The Trustees have determined that in their judgment there is a reasonable
likelihood that the Service Plan will benefit the Fund and its shareholders.

OTHER AGREEMENTS

  LEGAL SERVICES AGREEMENT. The Fund and each of the other funds advised by the
Adviser and distributed by VKF have entered into a Legal Services Agreements
pursuant to which Van Kampen provides legal services, including without
limitation: accurate maintenance of the Funds' minute books and records,
preparation and

                                      B-11
<PAGE>   12

oversight of the Funds' regulatory reports, and other information provided to
shareholders, as well as responding to day-to-day legal issues on behalf of the
funds. Payment by the Fund for such services is made on a cost basis for the
salary and salary related benefits, including but not limited to bonuses, group
insurances and other regular wages for the employment of personnel, as well as
overhead and the expenses related to the office space and the equipment
necessary to render the legal services. Other funds distributed by VKF also
receive legal services from Van Kampen. Of the total costs for legal services
provided to funds distributed by VKF, one half of such costs are allocated
equally to each fund and the remaining one half of such costs are allocated to
specific funds based on monthly time records.

                           DIVIDEND REINVESTMENT PLAN

  The Fund offers a Dividend Reinvestment Plan (the "Plan"). Under the Plan
Shareholders may elect to have all distributions of dividends and capital gains
automatically reinvested in additional Shares. Unless you elect to participate
in the Plan, you will receive distributions in cash.

  State Street Bank and Trust Company, as plan agent (the "Plan Agent"), serves
as agent for Shareholders in administering the Plan. Participants in the Plan
will receive Shares valued on the valuation date, at net asset value. The
valuation date will be the dividend or distribution payment date or, if that
date is not a business day, the next preceding business day.

  The Plan Agent maintains each Shareholder's account in the Plan and furnishes
monthly written confirmations of all transactions in the accounts, including
information needed by Shareholders for personal and tax records. Shares will be
held by the Plan Agent in non-certificated form in the name of the participant,
and each Shareholder's proxy will include those Shares purchased pursuant to the
Plan. The Plan Agent's fees for the handling of the reinvestment of dividends
and distributions will be paid by the Fund.

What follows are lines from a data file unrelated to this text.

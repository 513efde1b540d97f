import { mkdirSync, writeFileSync } from 'node:fs'
import path from 'node:path'

export interface BenchResult {
  name: string
  goals: Record<string, unknown>
  met: boolean
  [measure: string]: unknown
}

/** Writes bench-results/<name>.json and returns its path. */
export function writeBenchResult(name: string, result: object): string {
  const dir = path.resolve('bench-results')
  mkdirSync(dir, { recursive: true })
  const file = path.join(dir, `${name}.json`)
  writeFileSync(file, JSON.stringify({ ...result, at: new Date().toISOString() }, null, 2) + '\n')
  return file
}

export const writeResult = (result: BenchResult) => writeBenchResult(result.name, result)
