import { usFederalHolidays } from '../helpers/us-federal-holidays'
import type { RuleSet, TimelineStep } from '@shared/schemas/rule-sets'
import type { SyntheticVehicle } from './synthetic-stays'

/**
 * The baseline the benchmark measures against: the same bill totals and due dates, worked out
 * the obvious way — walking the stay day by day, asking Intl for each local date, and walking
 * each legal clock one day at a time. Written apart from shared/domain so that agreement
 * between the two means something.
 */

const HOUR = 3_600_000
const DAY = 24 * HOUR
const formatters = new Map<string, Intl.DateTimeFormat>()

function localDate(zone: string, instant: number): string {
  let format = formatters.get(zone)
  if (!format) {
    format = new Intl.DateTimeFormat('en-CA', { timeZone: zone, year: 'numeric', month: '2-digit', day: '2-digit' })
    formatters.set(zone, format)
  }
  return format.format(instant)
}

/** Local dates touched from `first` to `last`, sampled every 12 h (no local day is that short). */
function calendarDaysWalked(zone: string, first: number, last: number): number {
  let count = 1
  let previous = localDate(zone, first)
  for (let t = first + 12 * HOUR; t <= last; t += 12 * HOUR) {
    const date = localDate(zone, t)
    if (date !== previous) {
      count++
      previous = date
    }
  }
  if (last > first && localDate(zone, last) !== previous) count++
  return count
}

function storageDays(ruleSet: RuleSet, arrival: number, end: number): number {
  const rules = ruleSet.storage
  const elapsed = end - arrival
  if (rules.noChargeUnder && elapsed < rules.noChargeUnder.hours * HOUR) return 0
  if (elapsed === 0) return 0
  const grace = (rules.grace?.hours ?? 0) * HOUR
  let days = 1
  if (rules.counting.method === 'calendar-day') days = calendarDaysWalked(ruleSet.timeZone, arrival, end - 1 - grace)
  else for (let t = arrival + DAY; t < end - grace; t += DAY) days++
  if (rules.oneDayIfReleasedWithin && elapsed <= rules.oneDayIfReleasedWithin.hours * HOUR) days = Math.min(days, 1)
  if (rules.cap?.maxDays !== undefined) days = Math.min(days, rules.cap.maxDays)
  return days
}

/** Half-up to the cent in integers: amount × rate%, the rate held in millionths. */
const tax = (amount: number, percent: number) => Math.floor((amount * Math.round(percent * 10_000) + 500_000) / 1_000_000)

export function naiveTotalCents({ ruleSet, stay }: SyntheticVehicle, asOf: number): number {
  const end = stay.releasedAt !== null && stay.releasedAt <= asOf ? stay.releasedAt : asOf
  const rate = ruleSet.vehicleClasses.find((c) => c.code === stay.vehicleClass)!.dailyRateCents
  let storage = storageDays(ruleSet, stay.arrivedAt, end) * rate
  if (ruleSet.storage.cap?.maxStorageCents !== undefined) storage = Math.min(storage, ruleSet.storage.cap.maxStorageCents)
  let total = storage + (ruleSet.storage.taxable ? tax(storage, ruleSet.tax.ratePercent) : 0)
  for (const fee of ruleSet.fees) {
    const count =
      fee.charged === 'once-per-stay' ? 1 : (stay.feeEvents ?? []).filter((e) => e.fee === fee.code && Number(e.at) <= end).length
    const amount = fee.amountCents * count
    total += amount + (fee.taxable ? tax(amount, ruleSet.tax.ratePercent) : 0)
  }
  return total
}

const holidayDates = new Set<string>()
for (let year = 2020; year <= 2032; year++) for (const h of usFederalHolidays(year)) holidayDates.add(h.date)

function shiftDate(date: string, days: number): string {
  const [y, m, d] = date.split('-').map(Number) as [number, number, number]
  return new Date(Date.UTC(y, m - 1, d + days)).toISOString().slice(0, 10)
}

function closed(date: string): boolean {
  const day = new Date(`${date}T00:00:00Z`).getUTCDay()
  return day === 0 || day === 6 || holidayDates.has(date)
}

function applies(step: TimelineStep, modelYear: number, valueCents: number, startYear: number): boolean {
  const inside = (value: number, band?: { over?: number | undefined; atMost?: number | undefined }) =>
    !band || ((band.over === undefined || value > band.over) && (band.atMost === undefined || value <= band.atMost))
  return inside(valueCents, step.when?.valueCents) && inside(startYear - modelYear, step.when?.ageYears)
}

/** "code:due date" for every step that applies, one day at a time. */
export function naiveDueDates({ ruleSet, vehicle, events }: SyntheticVehicle, asOf: number): string[] {
  const zone = ruleSet.timeZone
  const due: string[] = []
  for (const step of ruleSet.timeline) {
    const starts = events
      .filter((e) => e.kind === step.from && (e.kind === 'sale-scheduled' || Number(e.at) <= asOf))
      .map((e) => Number(e.at))
    const start = starts.length > 0 ? Math.max(...starts) : undefined
    const startDate = start === undefined ? undefined : localDate(zone, start)
    const year = Number((startDate ?? localDate(zone, asOf)).slice(0, 4))
    if (!applies(step, vehicle.modelYear!, vehicle.valueCents!, year)) continue
    if (startDate === undefined) {
      due.push(`${step.code}:-`)
      continue
    }
    const sign = step.direction === 'after' ? 1 : -1
    let date = startDate
    for (let left = step.days; left > 0; ) {
      date = shiftDate(date, sign)
      if (step.dayKind === 'calendar' || !closed(date)) left--
    }
    due.push(`${step.code}:${date}`)
  }
  return due
}
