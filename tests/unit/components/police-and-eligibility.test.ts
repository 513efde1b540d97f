// @vitest-environment happy-dom
import { mount } from '@vue/test-utils'
import { afterEach, beforeAll, describe, expect, it, vi } from 'vitest'
import type { PoliceNoticeClockView } from '@shared/schemas/police-notices'
import { i18n, loadMessages } from '@/i18n'
import ClocksEligible from '../../../src/components/clocks/ClocksEligible.vue'
import PoliceNoticeBadge from '../../../src/components/police/PoliceNoticeBadge.vue'
import { withI18n } from '../../helpers/i18n'

beforeAll(() => Promise.all([loadMessages('en'), loadMessages('es')]))
afterEach(() => {
  vi.useRealTimers()
  i18n.global.locale.value = 'en'
})

const NOW = new Date('2026-12-02T20:00:00Z')
const clock = (dueAt: string): PoliceNoticeClockView => ({
  label: 'Tell the local traffic law enforcement agency of the private-property tow',
  status: 'open',
  hours: 1,
  start: 'called',
  startAt: '2026-12-02T19:20:00.000Z',
  dueAt,
  minutesLeft: 0,
  explanation: '1 hour after the call.',
  source: { citation: 'Cal. Veh. Code § 22658', confidence: 'M' },
  placeholder: false,
  notification: null,
})

describe('PoliceNoticeBadge', () => {
  it.each([
    { due: '2026-12-02T20:40:00.000Z', words: 'Tell the police · 40 min left', late: false },
    { due: '2026-12-02T19:45:00.000Z', words: 'Police not told · 15 min overdue', late: true },
    { due: '2026-12-02T14:00:00.000Z', words: 'Police not told · 6 h overdue', late: true },
    { due: '2026-11-29T20:00:00.000Z', words: 'Police not told · 3 d overdue', late: true },
  ])('policeBadge_runningClock_saysTheTimeInWords ($words)', ({ due, words, late }) => {
    vi.useFakeTimers({ now: NOW })
    const wrapper = mount(PoliceNoticeBadge, { props: { clock: clock(due) }, global: { plugins: [withI18n()] } })
    expect(wrapper.text()).toBe(words)
    expect(wrapper.classes('police-badge--late')).toBe(late)
    expect(wrapper.attributes('title')).toContain('22658')
  })

  it('policeBadge_inSpanish_readsAsAClerkSaysIt', () => {
    vi.useFakeTimers({ now: NOW })
    const wrapper = mount(PoliceNoticeBadge, { props: { clock: clock('2026-12-02T20:40:00.000Z') }, global: { plugins: [withI18n('es')] } })
    expect(wrapper.text()).toBe('Avisar a la policía · quedan 40 min')
  })
})

describe('ClocksEligible', () => {
  const eligible = { since: '2026-08-04', step: 'Earliest lien sale', citation: 'Fla. Stat. § 713.78' }

  it('clocksEligible_short_isAWordAndADateWithTheRuleOnHover', () => {
    const wrapper = mount(ClocksEligible, { props: { eligible, short: true }, global: { plugins: [withI18n()] } })
    expect(wrapper.text()).toBe('Eligible for sale since 4 Aug 2026')
    expect(wrapper.attributes('title')).toBe('Earliest lien sale (Fla. Stat. § 713.78)')
  })

  it('clocksEligible_full_namesTheRuleAndCitation', () => {
    const wrapper = mount(ClocksEligible, { props: { eligible }, global: { plugins: [withI18n()] } })
    expect(wrapper.text()).toContain('Eligible for lien sale or disposal since 4 Aug 2026')
    expect(wrapper.text()).toContain('Earliest lien sale — Fla. Stat. § 713.78')
  })
})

  In the case of Shareholders, such as banks, brokers or nominees, which hold
Shares for others who are the beneficial owners, the Plan Agent will administer
the Plan on the basis of the number of Shares certified from time to time by the
record Shareholders as representing the total amount registered in the record
Shareholder's name and held for the account of beneficial owners who are
participating in the Plan.

  The automatic reinvestment of dividends and distributions will not relieve
participants of any federal income tax that may be payable or required to be
withheld on such dividends or distributions.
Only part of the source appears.